Work task »
The lines to extract run from the first line of the entries through the line that contains "import numpy as np"; reproduce exactly those lines and no others.

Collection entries
━━━━━━━━━━━━━━━━━━━━━━━━━━━━━━

"""The target grid: CRS, affine transform and size. A small frozen, picklable value object.

Windows are always in integer pixel space of this grid (row/column offsets and sizes).
"""

from __future__ import annotations

import math
from dataclasses import dataclass

import numpy as np
import shapely
from affine import Affine
from pyproj import CRS as ProjCRS
from rasterio.crs import CRS
from rasterio.errors import CRSError
from rasterio.windows import Window

from denude.errors import GridError

#: Largest grid accepted, cells per side (guards against a resolution given in the wrong unit).
MAX_GRID_SIDE = 2_000_000


def parse_crs(value, where: str = "grid") -> CRS:
    """A rasterio CRS from 'EPSG:nnnn', a bare EPSG number, WKT or PROJ text."""
    text = str(value).strip()
    try:
        if text.isdigit():
            return CRS.from_epsg(int(text))
        return CRS.from_user_input(text)
    except (CRSError, ValueError):
        raise GridError(
            f"{where}: CRS {text!r} is not recognised; give e.g. 'EPSG:3035' or a WKT string"
        ) from None


#: A bound within this many cells of a whole multiple of the resolution counts as on it
#: (absorbs floating-point noise from the projection, so a bound is never pushed out a cell).
SNAP_TOLERANCE_CELLS = 1e-9


def check_resolution(resolution) -> tuple[float, float]:
    """A grid resolution (one number or (x, y)) [CRS units] as a positive, finite (x, y) pair."""
    res = resolution if isinstance(resolution, (list, tuple)) else (resolution, resolution)
    try:
        xres, yres = (float(r) for r in res)
    except (TypeError, ValueError):
        raise GridError(f"grid resolution {resolution!r} is not one or two numbers; give e.g. 1000 or '1000 500'") from None
    if not (xres > 0 and yres > 0 and math.isfinite(xres) and math.isfinite(yres)):
        raise GridError(f"grid resolution {resolution!r} must be positive (CRS units)")
    return xres, yres


def snap_bounds_outward(bounds, resolution) -> tuple[float, float, float, float]:
    """(left, bottom, right, top) [CRS units] widened to whole multiples of the resolution
    (x, y) [CRS units]: left and bottom rounded down, right and top rounded up, so the grid's
    origin lies on multiples of the resolution and the bounds still cover ``bounds``."""
    xres, yres = check_resolution(resolution)
    left, bottom, right, top = (float(v) for v in bounds)

    def snap(value, step, outward):
        k = value / step
        near = abs(k - round(k)) <= SNAP_TOLERANCE_CELLS * max(1.0, abs(k))
        return (round(k) if near else outward(k)) * step

    return (snap(left, xres, math.floor), snap(bottom, yres, math.floor),
            snap(right, xres, math.ceil), snap(top, yres, math.ceil))


@dataclass(frozen=True)
class Grid:
    """A north-up raster grid. ``crs_wkt`` keeps it picklable; ``transform`` is 6 GDAL-order
    affine coefficients (a, b, c, d, e, f) in CRS units (metres or degrees)."""

    crs_wkt: str
    transform: tuple
    width: int
    height: int

    def __post_init__(self):
        if not self.crs_wkt:
            raise GridError("target grid has no CRS; give the grid a CRS (e.g. --grid-crs EPSG:3035)")
        if not (0 < self.width <= MAX_GRID_SIDE and 0 < self.height <= MAX_GRID_SIDE):
            raise GridError(
                f"target grid size {self.width} x {self.height} cells is outside 1-{MAX_GRID_SIDE} per "
                "side; check the resolution and its unit (CRS units)"
            )
        a, b, _, d, e, _ = tuple(self.transform)[:6]
        if b != 0 or d != 0 or a <= 0 or e >= 0:
            raise GridError(
                f"target grid transform {tuple(self.transform)[:6]} is rotated or not north-up; "
                "use a north-up grid"
            )
        object.__setattr__(self, "transform", tuple(float(v) for v in tuple(self.transform)[:6]))

    # construction -------------------------------------------------------------------
    @classmethod
    def from_dataset(cls, dataset) -> "Grid":
        """The grid of an open rasterio dataset."""
        if dataset.crs is None:
            raise GridError(f"{dataset.name}: raster has no CRS; assign one (e.g. with gdal_edit -a_srs)")
        return cls(dataset.crs.to_wkt(), tuple(dataset.transform)[:6], dataset.width, dataset.height)

    @classmethod
    def from_bounds(cls, crs, resolution, bounds) -> "Grid":
        """A grid from a CRS, a resolution (one number or (x, y), CRS units) and bounds
        (left, bottom, right, top, CRS units). The right and bottom edges are extended to
        whole cells."""
        crs = crs if isinstance(crs, CRS) else parse_crs(crs)
        xres, yres = check_resolution(resolution)
        try:
            left, bottom, right, top = (float(v) for v in bounds)
        except (TypeError, ValueError):
            raise GridError(
                f"grid bounds {bounds!r} are not numbers; give bounds as left bottom right top"
            ) from None
        if not (right > left and top > bottom):
            raise GridError(
                f"grid bounds {list(bounds)} must be left bottom right top with right > left and top > bottom"
            )
        width = max(1, math.ceil((right - left) / xres - 1e-9))
        height = max(1, math.ceil((top - bottom) / yres - 1e-9))
        return cls(crs.to_wkt(), (xres, 0.0, left, 0.0, -yres, top), width, height)

    # properties ---------------------------------------------------------------------
    @property
    def crs(self) -> CRS:
        return CRS.from_wkt(self.crs_wkt)

    @property
    def affine(self) -> Affine:
        return Affine(*self.transform)

    @property
    def shape(self) -> tuple[int, int]:
        return (self.height, self.width)

    @property
    def res(self) -> tuple[float, float]:
        """Cell size (x, y) in CRS units."""
        return (self.transform[0], -self.transform[4])

    @property
    def bounds(self) -> tuple[float, float, float, float]:
        """(left, bottom, right, top) in CRS units."""
        a, _, c, _, e, f = self.transform
        return (c, f + e * self.height, c + a * self.width, f)

    def window_transform(self, window: Window) -> Affine:
        """Affine transform of a window of this grid (integer offsets)."""
        return self.affine @ Affine.translation(int(window.col_off), int(window.row_off))

    def full_window(self) -> Window:
        return Window(0, 0, self.width, self.height)

    def same_as(self, other: "Grid") -> bool:
        """Same size, same transform and an equal CRS."""
        return (
            self.width == other.width and self.height == other.height
            and all(math.isclose(a, b, rel_tol=0, abs_tol=1e-9 * max(1.0, abs(a)))
                    for a, b in zip(self.transform, other.transform))
            and self.crs == other.crs
        )

    def as_dict(self) -> dict:
        """JSON-ready description (for run.json and `denude check`)."""
        crs = self.crs
        return {
            "crs_wkt": self.crs_wkt,
            "epsg": crs.to_epsg(),
            "transform": list(self.transform),
            "width": self.width,
            "height": self.height,
            "resolution": list(self.res),
            "bounds": list(self.bounds),
        }

    def crs_label(self) -> str:
        """Short CRS name for the terminal: EPSG code, else the start of the CRS string."""
        crs = self.crs
        return f"EPSG:{crs.to_epsg()}" if crs.to_epsg() else crs.to_string()[:40]

    def geometry_text(self) -> str:
        """'CRS, resolution X x Y, bounds (l, b, r, t)' for the terminal."""
        l, b, r, t = self.bounds
        return (f"{self.crs_label()}, resolution {self.res[0]:.12g} x {self.res[1]:.12g}, "
                f"bounds ({l:.12g}, {b:.12g}, {r:.12g}, {t:.12g})")

    def describe(self) -> str:
        """One line for the terminal."""
        return f"{self.width} x {self.height} cells, {self.geometry_text()}"


# -- cell and polygon areas ------------------------------------------------------------------
def zone_areas_km2(geometries, grid: Grid) -> np.ndarray:
    """Whole area of each polygon [km2], inside the map or not, measured like the cells:
    geodesic on the CRS ellipsoid for a geographic raster CRS, else planar in its CRS units."""
    crs = ProjCRS.from_user_input(grid.crs.to_wkt())
    if crs.is_geographic:
        geod = crs.get_geod()
        return np.array([abs(geod.geometry_area_perimeter(g)[0]) / 1e6 if g is not None else 0.0
                         for g in geometries])
    axes = crs.axis_info
    factor = axes[0].unit_conversion_factor if axes else 1.0
    return shapely.area(np.asarray(geometries)) * factor * factor / 1e6


def cell_area_method(grid: Grid) -> str:
    """How ``cell_areas_km2`` measures the cells of ``grid`` (text for the summary sidecar)."""
    if grid.crs.is_geographic:
        geod = ProjCRS.from_user_input(grid.crs.to_wkt()).get_geod()
        return f"geodesic (pyproj.Geod on the {geod.initstring.strip()} ellipsoid, per row)"
    return "planar (|a*e| of the geotransform)"


def cell_areas_km2(grid: Grid) -> tuple[np.ndarray, str]:
    """Area of one cell of each row [km2] (float64, length ``height``) and the method used:
    geodesic on the CRS ellipsoid for a geographic CRS, else planar |a*e| (CRS units in m)."""
    t = grid.affine
    if grid.crs.is_geographic:
        geod = ProjCRS.from_user_input(grid.crs.to_wkt()).get_geod()
        lons = t.c + np.linspace(0.0, t.a, 17)
        edges = np.clip(t.f + np.arange(grid.height + 1) * t.e, -90.0, 90.0)
        areas = np.empty(grid.height)
        for i in range(grid.height):
            top, bottom = edges[i], edges[i + 1]
            ring_lon = np.concatenate((lons, lons[::-1]))
            ring_lat = np.concatenate((np.full(lons.size, top), np.full(lons.size, bottom)))
            areas[i] = abs(geod.polygon_area_perimeter(ring_lon, ring_lat)[0]) / 1e6
        return areas, cell_area_method(grid)
    axes = ProjCRS.from_user_input(grid.crs.to_wkt()).axis_info
    factor = axes[0].unit_conversion_factor if axes else 1.0
    if axes and axes[0].unit_name.lower() in ("degree", "radian", "grad"):
        raise GridError(f"raster CRS axis unit {axes[0].unit_name!r} is not linear; reproject the maps to a metric or geographic CRS")
    area = abs(t.a * t.e - t.b * t.d) * factor * factor / 1e6
    return np.full(grid.height, area), cell_area_method(grid)

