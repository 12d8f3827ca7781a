"""Reading a `denude map` output folder back (or a `denude batch` folder: VRTs under the same
stems): the layers a zone summary needs, checked to share one north-up grid with a CRS.
"""

from __future__ import annotations

import json
from pathlib import Path

import rasterio

from denude.core.hazard import DEFAULT_CLASS_NAMES
from denude.errors import GridError, InputError
from denude.io.grid import Grid
from denude.io.rasters import check_georeferenced, read_band
from denude.registry import OPTIONAL_ZONE_LAYERS, OUTPUT_LAYERS, ZONE_LAYERS

#: Raster files of the output folder read by a zone summary (DEVELOPERS.md contract).
RATE_TIF = OUTPUT_LAYERS["denudation"].file
CO2_TIF = OUTPUT_LAYERS["co2_drawdown"].file
HAZARD_TIF = OUTPUT_LAYERS["hazard"].file
LITHOLOGY_TIF = OUTPUT_LAYERS["lithology"].file
SOLUBLE_TIF = OUTPUT_LAYERS["soluble_fraction"].file
COVER_TIF = OUTPUT_LAYERS["covered_karst"].file
ROCKS_CSV = "rocks.csv"
REQUIRED_FILES = tuple(OUTPUT_LAYERS[name].file for name in ZONE_LAYERS) + (ROCKS_CSV,)
#: Rasters a zone summary reads when the folder has them (written only with their input).
OPTIONAL_FILES = tuple(OUTPUT_LAYERS[name].file for name in OPTIONAL_ZONE_LAYERS)


def output_file(outdir: Path, name: str) -> Path:
    """A map layer in ``outdir``: the GeoTIFF of `denude map`, else the VRT mosaic that
    `denude batch` writes under the same stem."""
    path = outdir / name
    if not path.is_file() and path.suffix == ".tif" and path.with_suffix(".vrt").is_file():
        return path.with_suffix(".vrt")
    return path


def open_map_folder(outdir: Path):
    """Open the rasters of an output folder: (name -> dataset, their common Grid). The
    optional layers (``OPTIONAL_FILES``, e.g. ``covered_karst.tif``) are opened when present."""
    missing = [name for name in REQUIRED_FILES if not output_file(outdir, name).is_file()]
    if not outdir.is_dir():
        raise InputError(f"{outdir}: not a folder; give the output folder of 'denude map'")
    if missing:
        raise InputError(f"{outdir}: missing {', '.join(missing)}; give the complete output folder of 'denude map' or 'denude batch'")
    datasets = {}
    try:
        present = tuple(name for name in OPTIONAL_FILES if output_file(outdir, name).is_file())
        for name in REQUIRED_FILES[:-1] + present:
            try:
                datasets[name] = rasterio.open(output_file(outdir, name))
            except rasterio.errors.RasterioIOError as exc:
                raise InputError(f"{outdir / name}: not a readable raster ({' '.join(str(exc).split())}); rerun 'denude map'") from None
        ref = datasets[RATE_TIF]
        check_georeferenced(ref, f"{outdir / RATE_TIF}:", "rerun 'denude map' with a target CRS",
                            "warp it to a north-up grid")
        t = ref.transform
        for name, ds in datasets.items():
            if (ds.width, ds.height) != (ref.width, ref.height) or not ds.transform.almost_equals(t) or ds.crs != ref.crs:
                raise GridError(f"{outdir / name}: grid differs from {RATE_TIF}; rerun 'denude map' so all maps share one grid")
    except Exception:
        for ds in datasets.values():
            ds.close()
        raise
    return datasets, Grid.from_dataset(ref)


def read_layer(dataset, window=None):
    """Band 1 of an open map-folder layer (all of it, or ``window``). A read failure (a truncated
    or damaged file) is the one-line error of ``io/rasters.read_band`` naming the file."""
    return read_band(dataset, dataset.name, "map output", window=window)


def hazard_class_names(dataset) -> list[str]:
    """Class names of ``hazard_class.tif``, from its tags (a JSON list or a comma-separated
    value under a key such as ``class_names``), else the built-in names."""
    tags = {**dataset.tags(), **dataset.tags(1)}
    lowered = {k.lower(): v for k, v in tags.items()}
    for key in ("class_names", "hazard_class_names", "hazard_classes", "names", "classes"):
        value = lowered.get(key)
        if not value:
            continue
        try:
            names = json.loads(value)
            if isinstance(names, dict):
                names = [names[k] for k in sorted(names, key=lambda s: int(s))]
        except (ValueError, TypeError):
            sep = "|" if "|" in value else (";" if ";" in value else ",")
            names = [v.strip() for v in value.split(sep)]
        names = [str(n) for n in names if str(n).strip()]
        if names:
            return names
    return list(DEFAULT_CLASS_NAMES)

━━━━━━━━━━━━━━━━━━━━━━━━━━━━━━

Response below »
"""The target grid: CRS, affine transform and size. A small frozen, picklable value object.

Windows are always in integer pixel space of this grid (row/column offsets and sizes).
"""

from __future__ import annotations

import math
from dataclasses import dataclass

import numpy as np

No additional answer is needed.